Required action: Copy out each line below containing "tuple".

Dataset excerpts:
=== Section Start ===
"""Collect an ensemble folder's member records into tidy tables, percentile summaries, the probability of staying
within the carbon budget, one-at-a-time sensitivities (tornado) and rank correlations. Compute only; files and figures
are written by :mod:`pathcast.ensemble.outputs` and :mod:`pathcast.ensemble.figures`."""

from __future__ import annotations

import json
import math
from dataclasses import dataclass, field
from pathlib import Path
from typing import Any

import numpy as np
import pandas as pd

from ..errors import ScenarioError
from ..results.reduction_rates import RateDomainError, required_rate_exponential
from .store import MemberStore

__all__ = ["EnsembleSummary", "summarise_ensemble", "PERCENTILES", "HEADLINE_COLUMNS", "read_design"]

PERCENTILES = (5, 25, 50, 75, 95)
BUDGET_TOLERANCE = 1e-6  # relative and absolute [MtCO2], as in the headline figures' within_budget
UNSERVED_TOLERANCE = 1e-6  # [TWh] and [PJ]: demand counts as served below this; common practice, no source

HEADLINE_COLUMNS = (
    "total_discounted_cost_million",
    "cumulative_emissions_mtco2",
    "cumulative_in_budget_period_mtco2",
    "budget_mtco2",
    "budget_margin_mtco2",
    "within_budget",
    "first_year_emissions_mtco2",
    "final_year_emissions_mtco2",
    "required_reduction_rate_per_yr",
    "carbon_price_first_year_per_tco2",
    "carbon_price_final_year_per_tco2",
    "peak_build_mw_per_year",
    "unserved_electricity_twh",
    "unserved_fuel_pj",
)


@dataclass
class EnsembleSummary:
    """Everything the ensemble's files, figures and memo section are made from."""

    folder: Path
    design: dict
    members: pd.DataFrame  # one row per member: sampled inputs, status, headline figures, times
    yearly: (
        pd.DataFrame
    )  # member, year, emissions_mtco2, cumulative_mtco2, cumulative_in_budget_period_mtco2, ...
    capacity: pd.DataFrame  # member, technology, kind, year, capacity_mw
    yearly_percentiles: pd.DataFrame  # quantity, technology, year, p5 .. p95, mean, members
    headline_percentiles: pd.DataFrame  # quantity, p5 .. p95, mean, members
    stats: dict = field(default_factory=dict)
    tornado: pd.DataFrame | None = None  # one_at_a_time only
    correlations: pd.DataFrame | None = (
        None  # Spearman rank correlation of numeric inputs with the headline figures
    )
    base_headline: dict | None = None  # the base scenario's row (same columns as members), when it was solved
    base_yearly: pd.DataFrame | None = None  # the base scenario's yearly emissions

    @property
    def currency(self) -> str:
        return str(self.design.get("currency", ""))

    @property
    def price_year(self) -> Any:
        return self.design.get("price_year")


def read_design(folder: Path) -> dict:
    path = Path(folder) / "ensemble.json"
    if not path.is_file():
        raise ScenarioError(
            f"{folder}: ensemble.json: got no such file; expected an ensemble folder written by "
            "'pathcast ensemble'.",
            file=str(folder),
        )
    return json.loads(path.read_text(encoding="utf-8"))


def _input_column(label: str, info: dict) -> str:
    return f"{label}_multiplier" if info["as"] == "multiplier" else label


def _shown(value: Any) -> Any:
    return json.dumps(value, sort_keys=True) if isinstance(value, dict | list) else value


def _required_rate(start_mt: float, budget_mt: float) -> tuple[float, str]:
    if budget_mt is None or not math.isfinite(budget_mt) or start_mt is None or not math.isfinite(start_mt):
        return math.nan, ""
    try:
        return required_rate_exponential(start_mt, budget_mt, count_start_year=True), ""
    except RateDomainError as error:
        return math.nan, str(error)


def summarise_ensemble(folder: str | Path) -> EnsembleSummary:
    """Read DIR/ensemble.json and DIR/members/*.json into tables and statistics."""
    folder = Path(folder)
    design = read_design(folder)
    store = MemberStore(folder)
    inputs = design["inputs"]
    reference = design.get("reference_budget_mt")
    rows, yearly_parts, capacity_parts = [], [], []
    for member in design["members"]:
        record = store.get(member["hash"]) or {"status": "pending"}
        row, yearly_frame, capacity_frames = _member_row(member, record, inputs, reference)
        rows.append(row)
        if yearly_frame is not None:
            yearly_parts.append(yearly_frame)
        capacity_parts.extend(capacity_frames)
    members = pd.DataFrame(rows)
    for column in HEADLINE_COLUMNS:
        if column not in members:
            members[column] = np.nan
    yearly_columns = [
        "member",
        "year",
        "emissions_mtco2",
        "cumulative_mtco2",
        "cumulative_in_budget_period_mtco2",
        "budget_mtco2",
        "carbon_price_per_tco2",
    ]
    yearly = (
        pd.concat(yearly_parts, ignore_index=True) if yearly_parts else pd.DataFrame(columns=yearly_columns)
    )
    capacity = (
        pd.concat(capacity_parts, ignore_index=True)
        if capacity_parts
        else pd.DataFrame(columns=["member", "technology", "kind", "year", "capacity_mw"])
    )
    summary = EnsembleSummary(
        folder=folder,
        design=design,
        members=members,
        yearly=yearly,
        capacity=capacity,
        yearly_percentiles=_yearly_percentiles(yearly, capacity),
        headline_percentiles=_headline_percentiles(members),
    )
    summary.stats = _stats(design, members)
    if design["design"] == "one_at_a_time":
        summary.tornado = _tornado(design, members)
    summary.correlations = _correlations(design, members)
    base_record = store.get(design["base_hash"])
    if base_record is not None and base_record.get("status") == "solved":
        base_row, base_yearly, _ = _member_row(
            {"index": -1, "role": "base", "hash": design["base_hash"], "samples": {}},
            base_record,
            inputs,
            reference,
        )
        summary.base_headline, summary.base_yearly = base_row, base_yearly
    return summary


def _member_row(member: dict, record: dict, inputs: dict, reference: float | None):
    """One row of the members table, the member's yearly frame and its capacity frames."""
    row: dict[str, Any] = {"member": member["index"], "role": member["role"], "hash": member["hash"]}
    yearly_frame, capacity_frames = None, []
    for label, info in inputs.items():
        default = 1.0 if info["as"] == "multiplier" else info.get("base_value")
        row[_input_column(label, info)] = _shown(member["samples"].get(label, default))
    row["status"] = record.get("status", "pending")
    error = record.get("error") or {}
    row["error_type"] = error.get("type", "")
    row["error_message"] = error.get("message", "")
    if row["status"] == "solved":
        head = record["headline"]
        yearly = record["yearly"]
        years = np.asarray(yearly["year"], dtype=int)
        emissions = np.asarray(yearly["emissions_mtco2"], dtype=float)
        own_budget = head.get("carbon_budget_mtco2")
        budget = reference if reference is not None else own_budget
        if own_budget is not None and head.get("budget_first_year") is not None:
            inside = (years >= head["budget_first_year"]) & (years <= head["budget_last_year"])
            first_year = int(head["budget_first_year"])
        else:
            inside = np.ones(len(years), dtype=bool)
            first_year = int(years[0])
        counted = float(emissions[inside].sum())
        start = float(emissions[years == max(first_year, int(years[0]))][0])
        served = (
            head.get("unserved_electricity_twh", 0.0) <= UNSERVED_TOLERANCE
            and head.get("unserved_fuel_pj", 0.0) <= UNSERVED_TOLERANCE
        )
        rate, rate_note = _required_rate(start, budget)
        price = yearly["carbon_price_per_tco2"]
        row.update(
            {
                "total_discounted_cost_million": head["total_discounted_cost_million"],
                "cumulative_emissions_mtco2": head["cumulative_emissions_mtco2"],
                "cumulative_in_budget_period_mtco2": counted,
                "budget_mtco2": math.nan if budget is None else float(budget),
                "budget_margin_mtco2": math.nan if budget is None else float(budget) - counted,
                "within_budget": None
                if budget is None
                else bool(counted <= budget * (1 + BUDGET_TOLERANCE) + BUDGET_TOLERANCE and served),
                "first_year_emissions_mtco2": head["first_year_emissions_mtco2"],
                "final_year_emissions_mtco2": head["final_year_emissions_mtco2"],
                "required_reduction_rate_per_yr": rate,
                "required_rate_note": rate_note,
                "carbon_price_first_year_per_tco2": float(price[0]),
                "carbon_price_final_year_per_tco2": float(price[-1]),
                "peak_build_mw_per_year": head["peak_build_mw_per_year"],
                "unserved_electricity_twh": head["unserved_electricity_twh"],
                "unserved_fuel_pj": head["unserved_fuel_pj"],
            }
        )
        yearly_frame = pd.DataFrame({"member": member["index"], **yearly})
        # against the budget used here (the reference budget, when given, may belong to no member)
        yearly_frame["cumulative_in_budget_period_mtco2"] = np.cumsum(np.where(inside, emissions, 0.0))
        yearly_frame["budget_mtco2"] = math.nan if budget is None else float(budget)
        for name, tech in record["capacity"].items():
            capacity_frames.append(
                pd.DataFrame(
                    {
                        "member": member["index"],
                        "technology": name,
                        "kind": tech["kind"],
                        "year": yearly["year"],
                        "capacity_mw": tech["capacity_mw"],
                    }
                )
            )
    solver = record.get("solver") or {}
    row["warm_start"] = solver.get("warm_start")
    row["simplex_iterations"] = (solver.get("iterations") or {}).get("simplex")
    times = record.get("times") or {}
    row["solve_s"] = times.get("solve_s")
    row["member_s"] = times.get("member_s")
    return row, yearly_frame, capacity_frames
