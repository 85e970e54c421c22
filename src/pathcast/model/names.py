"""Names of the LP's variable blocks and row blocks, in one place.

The constraint families (capacity, dispatch, storage, fuels, emissions, policy) create their blocks under these names
and their read-back functions find them again by the same constants; analysis studies, the infeasibility report,
labelled variables for extensions and tests refer to the same strings. The values are part of the interface (they
appear in ``ModelInputs.column_bounds``, in extension variable names and in diagnostics): never change one.
"""

from __future__ import annotations

__all__ = [
    # variable blocks
    "NEW",
    "CAPACITY",
    "ENERGY_NEW",
    "ENERGY_CAPACITY",
    "GENERATION",
    "UNSERVED",
    "CURTAILMENT",
    "CHARGE",
    "DISCHARGE",
    "STATE_OF_CHARGE",
    "FUEL_USE",
    "CONVERTER_POWER",
    "CONVERTER_INPUT",
    "SUPPLY",
    "DELIVERY",
    "UNSERVED_FUEL",
    "EMISSIONS",
    "BUDGET_OVERSHOOT",
    "STORAGE_FIRM",
    "CREDIT_TRANCHE",
    "ONLINE_CAPACITY",
    "RESERVE",
    "STORAGE_RESERVE",
    "RESERVE_SHORTFALL",
    "VARIABLE_BLOCKS",
    # row blocks
    "CAPACITY_INSTALLED",
    "CAPACITY_NO_RETURN",
    "ENERGY_CAPACITY_INSTALLED",
    "ENERGY_CAPACITY_NO_RETURN",
    "STORAGE_DURATION_MAX",
    "STORAGE_DURATION_MIN",
    "BUILD_GROWTH_LIMIT",
    "EARLY_RETIREMENT_LIMIT",
    "BASE_YEAR_FLEET",
    "GENERATION_LIMIT",
    "CURTAILMENT_LIMIT",
    "ELECTRICITY_BALANCE",
    "CHARGE_LIMIT",
    "DISCHARGE_LIMIT",
    "STATE_OF_CHARGE_LIMIT",
    "STATE_OF_CHARGE_BALANCE",
    "FUEL_USE_DEFINITION",
    "CONVERTER_POWER_LIMIT",
    "CONVERTER_INPUT_LIMIT",
    "FUEL_DEMAND",
    "FUEL_BALANCE",
    "EMISSIONS_DEFINITION",
    "CARBON_BUDGET",
    "EMISSION_CAP",
    "RESERVE_MARGIN",
    "CLEAN_ELECTRICITY_SHARE",
    "STORAGE_FIRM_LIMIT",
    "CREDIT_TRANCHE_SUM",
    "ONLINE_CAPACITY_LIMIT",
    "ONLINE_OUTPUT_LIMIT",
    "MIN_STABLE_OUTPUT",
    "RAMP_UP",
    "RAMP_DOWN",
    "RESERVE_RAMP_LIMIT",
    "STORAGE_RESERVE_POWER_LIMIT",
    "STORAGE_RESERVE_ENERGY_LIMIT",
    "OPERATING_RESERVE",
    "ROW_BLOCKS",
]

# --- variable blocks, by the family that creates them ------------------------------------------------------------
# capacity: builds [GW/yr] and capacity in service [GW] of every technology; storage energy fleet [GWh/yr, GWh]
NEW = "new"
CAPACITY = "capacity"
ENERGY_NEW = "energy_new"
ENERGY_CAPACITY = "energy_capacity"
# dispatch: output of dispatched generators, unserved electricity, pooled curtailment [GW]
GENERATION = "generation"
UNSERVED = "unserved"
CURTAILMENT = "curtailment"
# storage: charge and discharge [GW], state of charge [GWh]
CHARGE = "charge"
DISCHARGE = "discharge"
STATE_OF_CHARGE = "state_of_charge"
# fuels: fuel burned [PJ/yr], electric converter draw [GW], fuel converter input, supply, delivery, unserved [PJ/yr]
FUEL_USE = "fuel_use"
CONVERTER_POWER = "converter_power"
CONVERTER_INPUT = "converter_input"
SUPPLY = "supply"
DELIVERY = "delivery"
UNSERVED_FUEL = "unserved_fuel"
# emissions [MtCO2/yr]
EMISSIONS = "emissions"
# policy: priced overshoot of the carbon budget [MtCO2] (analysis runs only)
BUDGET_OVERSHOOT = "budget_overshoot"
# adequacy: firm contribution of storage credited by duration [GW]; capacity in each credit tranche [GW]
STORAGE_FIRM = "storage_firm"
CREDIT_TRANCHE = "credit_tranche"
# flexibility: online (committed) capacity of generators with operating limits, upward reserve held by generators and
# storage, and reserve not held [GW]
ONLINE_CAPACITY = "online_capacity"
RESERVE = "reserve"
STORAGE_RESERVE = "storage_reserve"
RESERVE_SHORTFALL = "reserve_shortfall"

VARIABLE_BLOCKS: tuple[str, ...] = (
    NEW,
    CAPACITY,
    ENERGY_NEW,
    ENERGY_CAPACITY,
    GENERATION,
    UNSERVED,
    CURTAILMENT,
    CHARGE,
    DISCHARGE,
    STATE_OF_CHARGE,
    FUEL_USE,
    CONVERTER_POWER,
    CONVERTER_INPUT,
    SUPPLY,
    DELIVERY,
    UNSERVED_FUEL,
    EMISSIONS,
    BUDGET_OVERSHOOT,
    STORAGE_FIRM,
    CREDIT_TRANCHE,
    ONLINE_CAPACITY,
    RESERVE,
    STORAGE_RESERVE,
    RESERVE_SHORTFALL,
)

# --- row blocks, by the family that creates them -----------------------------------------------------------------
# capacity
CAPACITY_INSTALLED = "capacity_installed"
CAPACITY_NO_RETURN = "capacity_no_return"
ENERGY_CAPACITY_INSTALLED = "energy_capacity_installed"
ENERGY_CAPACITY_NO_RETURN = "energy_capacity_no_return"
STORAGE_DURATION_MAX = "storage_duration_max"
STORAGE_DURATION_MIN = "storage_duration_min"
# builds of a year at most a seed + a factor x the previous year's (plus committed projects) [GW/yr]
BUILD_GROWTH_LIMIT = "build_growth_limit"
# capacity retired early (installed less in service) grows by at most a limit a year [GW/yr]
EARLY_RETIREMENT_LIMIT = "early_retirement_limit"
# the base year's power fleet all in service: capacity in service >= existing + committed (within the potential) [GW]
BASE_YEAR_FLEET = "base_year_fleet"
# dispatch
GENERATION_LIMIT = "generation_limit"
CURTAILMENT_LIMIT = "curtailment_limit"
ELECTRICITY_BALANCE = "electricity_balance"
# storage
CHARGE_LIMIT = "charge_limit"
DISCHARGE_LIMIT = "discharge_limit"
STATE_OF_CHARGE_LIMIT = "state_of_charge_limit"
STATE_OF_CHARGE_BALANCE = "state_of_charge_balance"
# fuels
FUEL_USE_DEFINITION = "fuel_use_definition"
CONVERTER_POWER_LIMIT = "converter_power_limit"
CONVERTER_INPUT_LIMIT = "converter_input_limit"
FUEL_DEMAND = "fuel_demand"
FUEL_BALANCE = "fuel_balance"
# emissions
EMISSIONS_DEFINITION = "emissions_definition"
# policy
CARBON_BUDGET = "carbon_budget"
EMISSION_CAP = "emission_cap"
RESERVE_MARGIN = "reserve_margin"
CLEAN_ELECTRICITY_SHARE = "clean_electricity_share"
# adequacy
STORAGE_FIRM_LIMIT = "storage_firm_limit"
CREDIT_TRANCHE_SUM = "credit_tranche_sum"
# flexibility
ONLINE_CAPACITY_LIMIT = "online_capacity_limit"
ONLINE_OUTPUT_LIMIT = "online_output_limit"
MIN_STABLE_OUTPUT = "min_stable_output"
RAMP_UP = "ramp_up"
RAMP_DOWN = "ramp_down"
RESERVE_RAMP_LIMIT = "reserve_ramp_limit"
STORAGE_RESERVE_POWER_LIMIT = "storage_reserve_power_limit"
STORAGE_RESERVE_ENERGY_LIMIT = "storage_reserve_energy_limit"
OPERATING_RESERVE = "operating_reserve"

ROW_BLOCKS: tuple[str, ...] = (
    CAPACITY_INSTALLED,
    CAPACITY_NO_RETURN,
    ENERGY_CAPACITY_INSTALLED,
    ENERGY_CAPACITY_NO_RETURN,
    STORAGE_DURATION_MAX,
    STORAGE_DURATION_MIN,
    BUILD_GROWTH_LIMIT,
    EARLY_RETIREMENT_LIMIT,
    BASE_YEAR_FLEET,
    GENERATION_LIMIT,
    CURTAILMENT_LIMIT,
    ELECTRICITY_BALANCE,
    CHARGE_LIMIT,
    DISCHARGE_LIMIT,
    STATE_OF_CHARGE_LIMIT,
    STATE_OF_CHARGE_BALANCE,
    FUEL_USE_DEFINITION,
    CONVERTER_POWER_LIMIT,
    CONVERTER_INPUT_LIMIT,
    FUEL_DEMAND,
    FUEL_BALANCE,
    EMISSIONS_DEFINITION,
    CARBON_BUDGET,
    EMISSION_CAP,
    RESERVE_MARGIN,
    CLEAN_ELECTRICITY_SHARE,
    STORAGE_FIRM_LIMIT,
    CREDIT_TRANCHE_SUM,
    ONLINE_CAPACITY_LIMIT,
    ONLINE_OUTPUT_LIMIT,
    MIN_STABLE_OUTPUT,
    RAMP_UP,
    RAMP_DOWN,
    RESERVE_RAMP_LIMIT,
    STORAGE_RESERVE_POWER_LIMIT,
    STORAGE_RESERVE_ENERGY_LIMIT,
    OPERATING_RESERVE,
)
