"""Storage: charge, discharge and state of charge in every representative hour, cyclic within each day; power and
energy capacities sized separately (see capacity)."""

from __future__ import annotations

from dataclasses import dataclass

import numpy as np

from .context import BuildContext, read_only
from .names import (
    CHARGE,
    CHARGE_LIMIT,
    DISCHARGE,
    DISCHARGE_LIMIT,
    ENERGY_CAPACITY,
    STATE_OF_CHARGE,
    STATE_OF_CHARGE_BALANCE,
    STATE_OF_CHARGE_LIMIT,
)

__all__ = ["add_storage", "read_storage", "StorageValues"]


def add_storage(ctx: BuildContext) -> None:
    storage = ctx.storage
    if not storage:
        return
    lp, Y, D, H = ctx.lp, ctx.Y, ctx.D, ctx.H
    S = len(storage)
    shape = (S, Y, D, H)
    dims = ("technology", "year", "day", "hour")
    charge = lp.add_variables(CHARGE, dims, shape, "GW")
    discharge = lp.add_variables(DISCHARGE, dims, shape, "GW")
    state = lp.add_variables(STATE_OF_CHARGE, dims, shape, "GWh")
    ctx.blocks.update({CHARGE: charge, DISCHARGE: discharge, STATE_OF_CHARGE: state})

    power = np.broadcast_to(ctx.capacity_columns(storage)[:, :, None, None], shape)
    energy = np.broadcast_to(ctx.blocks[ENERGY_CAPACITY].all()[:, :, None, None], shape)
    for name, block in ((CHARGE_LIMIT, charge), (DISCHARGE_LIMIT, discharge)):
        rows = lp.add_rows(name, dims, shape, "<=", "GW")
        r = rows.local()
        rows.add(r, block.all(), 1.0)
        rows.add(r, power, -1.0)
    rows = lp.add_rows(STATE_OF_CHARGE_LIMIT, dims, shape, "<=", "GWh")
    r = rows.local()
    rows.add(r, state.all(), 1.0)
    rows.add(r, energy, -1.0)

    # S[h] = S[h-1] + eta_c Q[h] - P[h] / eta_d, with S[-1] = S[23] of the same day (cyclic), one hour per step
    eta_c = np.array([t.charge_efficiency for t in storage])[:, None, None, None]
    eta_d = np.array([t.discharge_efficiency for t in storage])[:, None, None, None]
    rows = lp.add_rows(STATE_OF_CHARGE_BALANCE, dims, shape, "==", "GWh")
    r = rows.local()
    rows.add(r, state.all(), 1.0)
    rows.add(r, np.roll(state.all(), 1, axis=3), -1.0)
    rows.add(r, charge.all(), -np.broadcast_to(eta_c, shape))
    rows.add(r, discharge.all(), np.broadcast_to(1.0 / eta_d, shape))

    vom = np.array([t.variable_om for t in storage])
    lp.add_cost(discharge.all(), vom[:, None, None, None] * ctx.hour_cost_weight[None])


@dataclass(frozen=True)
class StorageValues:
    """The storage family's solution: hourly charge, discharge and state of charge of every storage technology, and
    the variable O&M it adds to the objective (undiscounted). Power and energy capacities are in
    :class:`~pathcast.model.capacity.CapacityValues`."""

    technologies: tuple[str, ...]  # storage technologies, in scenario order (rows of the [S, ...] arrays)
    years: tuple[int, ...]
    charge_gw: np.ndarray  # [S, Y, D, H] electricity drawn [GW]
    discharge_gw: np.ndarray  # [S, Y, D, H] electricity delivered [GW]
    state_of_charge_gwh: np.ndarray  # [S, Y, D, H] energy stored at the end of the hour [GWh]
    variable_om_million: np.ndarray  # [S, Y] variable O&M on discharge [million/yr]


def read_storage(ctx: BuildContext, x: np.ndarray) -> StorageValues:
    """The storage family's values from the primal values ``x`` (LP column order); empty arrays with no storage."""
    storage, hw = ctx.storage, ctx.hour_weight
    if storage:
        charge = ctx.column_values(CHARGE, x)
        discharge = ctx.column_values(DISCHARGE, x)
        state = ctx.column_values(STATE_OF_CHARGE, x)
    else:
        charge = discharge = state = np.zeros((0, ctx.Y, ctx.D, ctx.H))
    variable_om = np.zeros((len(storage), ctx.Y))
    for k, t in enumerate(storage):
        variable_om[k] = t.variable_om * (discharge[k] * hw).sum(axis=(1, 2))
    return StorageValues(
        technologies=tuple(t.name for t in storage),
        years=tuple(int(year) for year in ctx.inputs.years),
        charge_gw=read_only(charge),
        discharge_gw=read_only(discharge),
        state_of_charge_gwh=read_only(state),
        variable_om_million=read_only(variable_om),
    )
=== Section End ===
Task output:
def _required_rate(start_mt: float, budget_mt: float) -> tuple[float, str]:
VARIABLE_BLOCKS: tuple[str, ...] = (
ROW_BLOCKS: tuple[str, ...] = (
    technologies: tuple[str, ...]  # storage technologies, in scenario order (rows of the [S, ...] arrays)
    years: tuple[int, ...]
        technologies=tuple(t.name for t in storage),
        years=tuple(int(year) for year in ctx.inputs.years),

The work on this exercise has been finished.